### PROBLEM STATEMENT
All lines below are to be transcribed exactly.

### EXERCISE INPUTS
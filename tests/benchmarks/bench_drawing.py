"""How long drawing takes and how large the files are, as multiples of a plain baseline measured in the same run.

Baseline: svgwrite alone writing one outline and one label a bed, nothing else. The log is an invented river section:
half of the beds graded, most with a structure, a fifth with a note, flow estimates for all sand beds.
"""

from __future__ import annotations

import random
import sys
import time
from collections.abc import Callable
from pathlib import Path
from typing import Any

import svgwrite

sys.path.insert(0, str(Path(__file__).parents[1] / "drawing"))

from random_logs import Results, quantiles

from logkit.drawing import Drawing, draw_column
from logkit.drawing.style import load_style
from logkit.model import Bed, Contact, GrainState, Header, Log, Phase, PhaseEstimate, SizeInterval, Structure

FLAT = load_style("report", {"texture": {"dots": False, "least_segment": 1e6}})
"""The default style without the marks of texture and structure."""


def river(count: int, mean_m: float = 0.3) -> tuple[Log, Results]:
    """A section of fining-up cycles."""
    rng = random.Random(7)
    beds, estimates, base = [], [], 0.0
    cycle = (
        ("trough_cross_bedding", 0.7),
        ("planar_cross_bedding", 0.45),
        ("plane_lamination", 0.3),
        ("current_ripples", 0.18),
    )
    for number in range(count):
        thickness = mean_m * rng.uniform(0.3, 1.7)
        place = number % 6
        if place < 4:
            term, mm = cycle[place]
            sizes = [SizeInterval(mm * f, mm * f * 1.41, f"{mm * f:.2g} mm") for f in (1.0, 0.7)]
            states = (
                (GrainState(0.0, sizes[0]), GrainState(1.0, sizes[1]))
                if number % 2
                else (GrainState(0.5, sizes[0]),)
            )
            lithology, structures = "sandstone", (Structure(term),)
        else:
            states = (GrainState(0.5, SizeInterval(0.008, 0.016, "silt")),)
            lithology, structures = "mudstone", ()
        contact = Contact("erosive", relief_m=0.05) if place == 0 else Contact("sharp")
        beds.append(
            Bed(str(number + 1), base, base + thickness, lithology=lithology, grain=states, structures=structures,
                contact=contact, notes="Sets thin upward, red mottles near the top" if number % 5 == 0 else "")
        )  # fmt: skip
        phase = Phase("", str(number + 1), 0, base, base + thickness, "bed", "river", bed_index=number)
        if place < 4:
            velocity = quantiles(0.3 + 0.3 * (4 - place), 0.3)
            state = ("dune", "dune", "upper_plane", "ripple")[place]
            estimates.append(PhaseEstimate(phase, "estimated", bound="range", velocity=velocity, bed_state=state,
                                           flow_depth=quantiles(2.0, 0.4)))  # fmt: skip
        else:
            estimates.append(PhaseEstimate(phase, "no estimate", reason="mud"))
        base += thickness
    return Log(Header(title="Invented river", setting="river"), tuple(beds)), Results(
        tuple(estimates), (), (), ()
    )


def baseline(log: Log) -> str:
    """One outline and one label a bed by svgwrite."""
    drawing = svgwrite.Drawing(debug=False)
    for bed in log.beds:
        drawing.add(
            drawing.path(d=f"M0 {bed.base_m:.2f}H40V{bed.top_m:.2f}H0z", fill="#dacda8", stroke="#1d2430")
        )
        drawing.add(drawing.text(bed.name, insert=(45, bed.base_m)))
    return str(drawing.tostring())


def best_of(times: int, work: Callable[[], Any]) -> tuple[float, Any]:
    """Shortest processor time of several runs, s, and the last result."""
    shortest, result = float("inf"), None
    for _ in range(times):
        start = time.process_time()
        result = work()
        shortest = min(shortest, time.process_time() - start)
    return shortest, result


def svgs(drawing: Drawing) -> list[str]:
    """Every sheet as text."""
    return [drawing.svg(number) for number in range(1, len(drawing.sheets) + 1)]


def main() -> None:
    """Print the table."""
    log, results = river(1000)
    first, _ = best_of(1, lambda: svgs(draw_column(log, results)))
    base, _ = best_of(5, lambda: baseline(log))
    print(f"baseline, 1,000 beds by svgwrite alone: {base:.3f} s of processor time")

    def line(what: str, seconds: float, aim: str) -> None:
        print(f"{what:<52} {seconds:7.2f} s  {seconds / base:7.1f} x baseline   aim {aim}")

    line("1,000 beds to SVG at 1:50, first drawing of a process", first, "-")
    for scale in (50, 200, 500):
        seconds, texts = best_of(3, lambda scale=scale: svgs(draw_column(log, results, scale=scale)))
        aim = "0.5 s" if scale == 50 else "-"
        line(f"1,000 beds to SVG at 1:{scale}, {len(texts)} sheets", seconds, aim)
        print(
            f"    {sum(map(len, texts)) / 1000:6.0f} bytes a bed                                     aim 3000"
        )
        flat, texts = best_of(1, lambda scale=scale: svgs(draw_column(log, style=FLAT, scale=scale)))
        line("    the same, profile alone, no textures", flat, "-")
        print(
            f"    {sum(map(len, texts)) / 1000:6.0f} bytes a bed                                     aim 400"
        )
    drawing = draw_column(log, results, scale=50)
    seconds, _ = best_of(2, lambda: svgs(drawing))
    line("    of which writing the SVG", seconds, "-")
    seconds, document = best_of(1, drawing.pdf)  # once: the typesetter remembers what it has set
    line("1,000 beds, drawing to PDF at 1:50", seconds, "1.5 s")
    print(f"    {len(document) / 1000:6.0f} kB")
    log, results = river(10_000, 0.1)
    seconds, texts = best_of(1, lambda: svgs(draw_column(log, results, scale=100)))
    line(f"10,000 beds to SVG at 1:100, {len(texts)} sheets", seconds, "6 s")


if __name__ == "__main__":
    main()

### RESPONSE TO THIS TASK
filename tests/benchmarks/bench_drawing.py
"""How long drawing takes and how large the files are, as multiples of a plain baseline measured in the same run.

Baseline: svgwrite alone writing one outline and one label a bed, nothing else. The log is an invented river section:
half of the beds graded, most with a structure, a fifth with a note, flow estimates for all sand beds.
"""

from __future__ import annotations

import random
import sys
import time
from collections.abc import Callable
from pathlib import Path
from typing import Any

import svgwrite

sys.path.insert(0, str(Path(__file__).parents[1] / "drawing"))

from random_logs import Results, quantiles

from logkit.drawing import Drawing, draw_column
from logkit.drawing.style import load_style
from logkit.model import Bed, Contact, GrainState, Header, Log, Phase, PhaseEstimate, SizeInterval, Structure

FLAT = load_style("report", {"texture": {"dots": False, "least_segment": 1e6}})
"""The default style without the marks of texture and structure."""


def river(count: int, mean_m: float = 0.3) -> tuple[Log, Results]:
    """A section of fining-up cycles."""
    rng = random.Random(7)
    beds, estimates, base = [], [], 0.0
    cycle = (
        ("trough_cross_bedding", 0.7),
        ("planar_cross_bedding", 0.45),
        ("plane_lamination", 0.3),
        ("current_ripples", 0.18),
    )
    for number in range(count):
        thickness = mean_m * rng.uniform(0.3, 1.7)
        place = number % 6
        if place < 4:
            term, mm = cycle[place]
            sizes = [SizeInterval(mm * f, mm * f * 1.41, f"{mm * f:.2g} mm") for f in (1.0, 0.7)]
            states = (
                (GrainState(0.0, sizes[0]), GrainState(1.0, sizes[1]))
                if number % 2
                else (GrainState(0.5, sizes[0]),)
            )
            lithology, structures = "sandstone", (Structure(term),)
        else:
            states = (GrainState(0.5, SizeInterval(0.008, 0.016, "silt")),)
            lithology, structures = "mudstone", ()
        contact = Contact("erosive", relief_m=0.05) if place == 0 else Contact("sharp")
        beds.append(
            Bed(str(number + 1), base, base + thickness, lithology=lithology, grain=states, structures=structures,
                contact=contact, notes="Sets thin upward, red mottles near the top" if number % 5 == 0 else "")
        )  # fmt: skip
        phase = Phase("", str(number + 1), 0, base, base + thickness, "bed", "river", bed_index=number)
        if place < 4:
            velocity = quantiles(0.3 + 0.3 * (4 - place), 0.3)
            state = ("dune", "dune", "upper_plane", "ripple")[place]
            estimates.append(PhaseEstimate(phase, "estimated", bound="range", velocity=velocity, bed_state=state,
                                           flow_depth=quantiles(2.0, 0.4)))  # fmt: skip
        else:
            estimates.append(PhaseEstimate(phase, "no estimate", reason="mud"))
        base += thickness
    return Log(Header(title="Invented river", setting="river"), tuple(beds)), Results(
        tuple(estimates), (), (), ()
    )


def baseline(log: Log) -> str:
    """One outline and one label a bed by svgwrite."""
    drawing = svgwrite.Drawing(debug=False)
    for bed in log.beds:
        drawing.add(
            drawing.path(d=f"M0 {bed.base_m:.2f}H40V{bed.top_m:.2f}H0z", fill="#dacda8", stroke="#1d2430")
        )
        drawing.add(drawing.text(bed.name, insert=(45, bed.base_m)))
    return str(drawing.tostring())


def best_of(times: int, work: Callable[[], Any]) -> tuple[float, Any]:
    """Shortest processor time of several runs, s, and the last result."""
    shortest, result = float("inf"), None
    for _ in range(times):
        start = time.process_time()
        result = work()
        shortest = min(shortest, time.process_time() - start)
    return shortest, result


def svgs(drawing: Drawing) -> list[str]:
    """Every sheet as text."""
    return [drawing.svg(number) for number in range(1, len(drawing.sheets) + 1)]


def main() -> None:
    """Print the table."""
    log, results = river(1000)
    first, _ = best_of(1, lambda: svgs(draw_column(log, results)))
    base, _ = best_of(5, lambda: baseline(log))
    print(f"baseline, 1,000 beds by svgwrite alone: {base:.3f} s of processor time")

    def line(what: str, seconds: float, aim: str) -> None:
        print(f"{what:<52} {seconds:7.2f} s  {seconds / base:7.1f} x baseline   aim {aim}")

    line("1,000 beds to SVG at 1:50, first drawing of a process", first, "-")
    for scale in (50, 200, 500):
        seconds, texts = best_of(3, lambda scale=scale: svgs(draw_column(log, results, scale=scale)))
        aim = "0.5 s" if scale == 50 else "-"
        line(f"1,000 beds to SVG at 1:{scale}, {len(texts)} sheets", seconds, aim)
        print(
            f"    {sum(map(len, texts)) / 1000:6.0f} bytes a bed                                     aim 3000"
        )
        flat, texts = best_of(1, lambda scale=scale: svgs(draw_column(log, style=FLAT, scale=scale)))
        line("    the same, profile alone, no textures", flat, "-")
        print(
            f"    {sum(map(len, texts)) / 1000:6.0f} bytes a bed                                     aim 400"
        )
    drawing = draw_column(log, results, scale=50)
    seconds, _ = best_of(2, lambda: svgs(drawing))
    line("    of which writing the SVG", seconds, "-")
    seconds, document = best_of(1, drawing.pdf)  # once: the typesetter remembers what it has set
    line("1,000 beds, drawing to PDF at 1:50", seconds, "1.5 s")
    print(f"    {len(document) / 1000:6.0f} kB")
    log, results = river(10_000, 0.1)
    seconds, texts = best_of(1, lambda: svgs(draw_column(log, results, scale=100)))
    line(f"10,000 beds to SVG at 1:100, {len(texts)} sheets", seconds, "6 s")


if __name__ == "__main__":
    main()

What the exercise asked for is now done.